White is white, yeah?
Now imagine achieving consistency right across the databases for all fields. We found that a character was often recorded/coded in different ways between rice types. So in one, the color ‘white’ might have been coded as a ‘1’, but as a ‘5’ in another. Or ‘1’ was ‘green’ in another database. And so it went on. We had to convert all codes to a meaningful and consistent description, each independent of the other. So ‘1’ was converted in one database to ‘white’ and ‘5’ to ‘white’ as well, etc. Having made all these conversions, with very careful cross checking along the way, and regular data back-ups, we finally had consistent field names and structures, and recording/coding of data for the entire germplasm collection. I don’t remember exactly how long this took, but it must have been between 18 months and two years.

The next step
IRGCISBut once completed, we could move on to the next phase of developing an online system to access genebank data, the International Rice Genebank Collection Information System (IRGCIS), with inputs from the former System-wide Genetic Resources Program (SGRP), an initiative of all the CGIAR centers with genebanks and genetic resources activities.

IRGCIS is a comprehensive system that manages the data of all rice germplasm conserved at IRRI.  It is designed to manage the genebank operations more efficiently. It links all operations associated with germplasm conservation and management from acquisition of samples through seed multiplication, conservation, characterization, rejuvenation and distribution to end-users.

The system aims to:

  • Assist the genebank staff in day-to-day activities.
  • Facilitate recording, storage and maintenance of germplasm data.
  • Allow the request of desired seeds and provide direct access to information about accessions in the genebank.

The data that are accessible are:

  • Passport data.
  • Morpho-agronomic descriptions.
  • Evaluation data on the International Rice Genebank Collection.
  • Germplasm availability.

A couple of years after IRGCIS, work began to develop the International Rice Information System (IRIS) as part of the International Crop Information System (ICIS) for the management of improved germplasm, breeding lines and the like, with full genealogy data. INGER also developed the INGERIS, but to tell the truth I’m not sure exactly where IRRI is these days with regard to cross system integration and the like.

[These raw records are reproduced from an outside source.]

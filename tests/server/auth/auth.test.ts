import { eq, sql } from "drizzle-orm";
import { afterAll, beforeAll, describe, expect, it } from "vitest";
import { passwordResetTokens, users } from "../../../server/db/schema/index";
import { pruneRateLimits } from "../../../server/modules/auth/rate-limit.repo";
import { SESSION_COOKIE } from "../../../server/modules/auth/session";
import { newPerson, signedInPerson, startTestApp, tokenFromMail, type TestApp } from "../../helpers/test-app";

let app: TestApp;
beforeAll(async () => {
  app = await startTestApp();
});
afterAll(async () => {
  await app?.stop();
});

describe("POST /api/auth/register", () => {
  it("creates the account, signs it in (201) and stores an argon2id hash", async () => {
    const person = newPerson("reg");
    const c = app.client();
    const res = await c.post("/api/auth/register", { ...person, email: `  ${person.email.toUpperCase()} ` });
    expect(res.status).toBe(201);
    expect(res.body).toMatchObject({ email: person.email, name: person.name, siteRole: "member" });
    expect(res.body).not.toHaveProperty("passwordHash");
    const cookie = res.headers.getSetCookie().find((l) => l.startsWith(`${SESSION_COOKIE}=`));
    expect(cookie).toMatch(/HttpOnly/i);
    expect(cookie).toMatch(/SameSite=Lax/i);
    expect((await c.get("/api/auth/me")).body.email).toBe(person.email);
    const [row] = await app.database.db.select().from(users).where(eq(users.email, person.email));
    expect(row.passwordHash).toMatch(/^\$argon2id\$/); // PHC string format of argon2id (common practice)
  });

  it("answers 409 on a duplicate e-mail", async () => {
    const person = await signedInPerson(app, "dup");
    const res = await app.client().post("/api/auth/register", { ...newPerson("dup2"), email: person.email });
    expect(res.status).toBe(409);
    expect(res.body.error.code).toBe("CONFLICT");
    expect(res.body.error.issues).toEqual([{ path: "email", message: expect.any(String) }]);
  });

  it("answers 422 with field issues", async () => {
    const res = await app.client().post("/api/auth/register", { email: "nope", password: "short", name: "" });
    expect(res.status).toBe(422);
    expect(res.body.error.code).toBe("VALIDATION");
    expect(res.body.error.issues.map((i: { path: string }) => i.path).sort((a: string, b: string) => a.localeCompare(b))).toEqual([
      "email",
      "name",
      "password",
    ]);
  });

  it("regenerates the session id when registering", async () => {
    const c = app.client();
    const first = await signedInPerson(app, "fix");
    for (const [k, v] of first.client.jar) c.jar.set(k, v);
    const before = c.cookie(SESSION_COOKIE);
    expect((await c.post("/api/auth/register", newPerson("fix2"))).status).toBe(201);
    expect(c.cookie(SESSION_COOKIE)).toBeDefined();
    expect(c.cookie(SESSION_COOKIE)).not.toBe(before);
  });
});

describe("POST /api/auth/login and session", () => {
  it("signs in with a new session id and the old one stops working", async () => {
    const person = await signedInPerson(app, "login");
    const c = app.client();
    const anonymous = app.client();
    // A session that existed before sign-in (here: an earlier sign-in of the same person).
    for (const [k, v] of person.client.jar) c.jar.set(k, v);
    for (const [k, v] of person.client.jar) anonymous.jar.set(k, v);
    const before = c.cookie(SESSION_COOKIE);
    const res = await c.post("/api/auth/login", { email: person.email, password: person.password });
    expect(res.status).toBe(200);
    expect(res.body.email).toBe(person.email);
    expect(c.cookie(SESSION_COOKIE)).not.toBe(before);
    expect((await anonymous.get("/api/auth/me")).status).toBe(401);
    expect((await c.get("/api/auth/me")).status).toBe(200);
  });

  it("answers 401 with the same message for a wrong password and an unknown account", async () => {
    const person = await signedInPerson(app, "wrong");
    const wrong = await app.client().post("/api/auth/login", { email: person.email, password: "not the password" });
    const unknown = await app.client().post("/api/auth/login", { email: "nobody@lab.example", password: "whatever123" });
    expect(wrong.status).toBe(401);
    expect(unknown.status).toBe(401);
    expect(wrong.body).toEqual(unknown.body);
    expect(wrong.body.error.code).toBe("UNAUTHENTICATED");
  });

  it("answers 422 for a malformed sign-in", async () => {
    const res = await app.client().post("/api/auth/login", { email: "x", password: "" });
    expect(res.status).toBe(422);
    expect(res.body.error.issues.length).toBe(2);
  });

  it("GET /api/auth/me answers 401 signed out", async () => {
    const res = await app.client().get("/api/auth/me");
    expect(res.status).toBe(401);
    expect(res.body.error.code).toBe("UNAUTHENTICATED");
  });

  it("POST /api/auth/logout ends the session (204) and the cookie no longer works", async () => {
    const person = await signedInPerson(app, "logout");
    const copy = app.client();
    for (const [k, v] of person.client.jar) copy.jar.set(k, v);
    expect((await person.client.post("/api/auth/logout")).status).toBe(204);
    expect((await person.client.get("/api/auth/me")).status).toBe(401);
    expect((await copy.get("/api/auth/me")).status).toBe(401);
  });
});

describe("sign-in rate limits", () => {
  it("limits attempts per account, then per address", async () => {
    const limited = await startTestApp({
      config: { authLimits: { loginPerAccount: { max: 3, windowMs: 60_000 }, loginPerAddress: { max: 6, windowMs: 60_000 } } },
    });
    try {
      const person = await signedInPerson(limited, "limit");
      const attempt = (email: string, password = "wrong password") => limited.client().post("/api/auth/login", { email, password });
      for (let i = 0; i < 3; i++) expect((await attempt(person.email)).status).toBe(401);
      const blocked = await attempt(person.email, person.password);
      expect(blocked.status).toBe(429);
      expect(blocked.body.error.code).toBe("RATE_LIMITED");
      expect(Number(blocked.headers.get("retry-after"))).toBeGreaterThan(0);
      // Other accounts from the same address still get through until the address limit (6).
      expect((await attempt("other1@lab.example")).status).toBe(401);
      expect((await attempt("other2@lab.example")).status).toBe(401);
      expect((await attempt("other3@lab.example")).status).toBe(429);
      // Counters whose window ended are pruned; live ones stay.
      await limited.database.db.execute(sql`update rate_limits set reset_at = now() - interval '1 second' where key like 'login:account:%'`);
      expect(await pruneRateLimits(limited.database.db)).toBe(3); // the account keys of person, other1, other2 (other3 was refused by the address limit first)
      expect((await attempt(person.email, person.password)).status).toBe(429); // the address limit still holds
    } finally {
      await limited.stop();
    }
  });
});

describe("password reset", () => {
  it("answers the same whether or not the account exists", async () => {
    const person = await signedInPerson(app, "forgot");
    const known = await app.client().post("/api/auth/forgot", { email: person.email });
    const unknown = await app.client().post("/api/auth/forgot", { email: "ghost@lab.example" });
    expect(known.status).toBe(202);
    expect(unknown.status).toBe(202);
    expect(known.body).toEqual(unknown.body);
    expect(await app.lastMailTo("ghost@lab.example")).toBeUndefined();
    expect((await app.client().post("/api/auth/forgot", { email: "bad" })).status).toBe(422);
  });

  it("e-mails a single-use link that sets a new password and signs out everywhere", async () => {
    const person = await signedInPerson(app, "reset");
    await app.client().post("/api/auth/forgot", { email: person.email });
    const mail = await app.lastMailTo(person.email);
    expect(mail.subject).toMatch(/reset/i);
    expect(mail.text).toContain(`${app.baseUrl}/reset?token=`);
    const token = tokenFromMail(mail.text, "reset");
    const [stored] = await app.database.db.select().from(passwordResetTokens);
    expect(stored.tokenHash).not.toContain(token);
    const fresh = "a brand new password";
    const res = await app.client().post("/api/auth/reset", { token, password: fresh });
    expect(res.status).toBe(200);
    expect((await person.client.get("/api/auth/me")).status).toBe(401);
    expect((await app.client().post("/api/auth/login", { email: person.email, password: fresh })).status).toBe(200);
    expect((await app.client().post("/api/auth/login", { email: person.email, password: person.password })).status).toBe(401);
    const again = await app.client().post("/api/auth/reset", { token, password: "yet another password" });
    expect(again.status).toBe(422);
    expect(again.body.error.issues[0].path).toBe("token");
  });

  it("refuses an expired token (the row's expiry moved into the past)", async () => {
    const person = await signedInPerson(app, "expire");
    await app.client().post("/api/auth/forgot", { email: person.email });
    const token = tokenFromMail((await app.lastMailTo(person.email)).text, "reset");
    await app.database.db
      .update(passwordResetTokens)
      .set({ expiresAt: new Date(Date.now() - 1000) })
      .where(eq(passwordResetTokens.userId, person.id));
    const res = await app.client().post("/api/auth/reset", { token, password: "too late password" });
    expect(res.status).toBe(422);
    expect((await app.client().post("/api/auth/login", { email: person.email, password: person.password })).status).toBe(200);
  });

  it("answers 422 for a malformed reset and for an unknown token", async () => {
    expect((await app.client().post("/api/auth/reset", { token: "x", password: "short" })).status).toBe(422);
    const unknown = await app.client().post("/api/auth/reset", { token: "A".repeat(43), password: "long enough password" });
    expect(unknown.status).toBe(422);
  });

  it("stores new tokens with a one-hour expiry", async () => {
    const person = await signedInPerson(app, "ttl");
    const t0 = Date.now();
    await app.client().post("/api/auth/forgot", { email: person.email });
    const [row] = await app.database.db.select().from(passwordResetTokens).where(eq(passwordResetTokens.userId, person.id));
    expect(row.expiresAt.getTime() - t0).toBeGreaterThan(59 * 60_000);
    expect(row.expiresAt.getTime() - t0).toBeLessThanOrEqual(60 * 60_000 + 5_000);
  });
});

But as I mentioned earlier, of one thing I am certain. Had we not taken the fundamental steps to clean up our data management act almost 25 years ago, we would not have had an effective platform to respond to global germplasm initiatives like the International Treaty or CBD, nor take advantage relatively easily of new data management software and hardware. It did require that broad perspective in the first instance. That I could bring to the party even though I didn’t have the technical know-how to undertake the detailed work myself.


¹ Source: the International Rice Genebank Collection Information System (IRGCIS), 8 June 2015.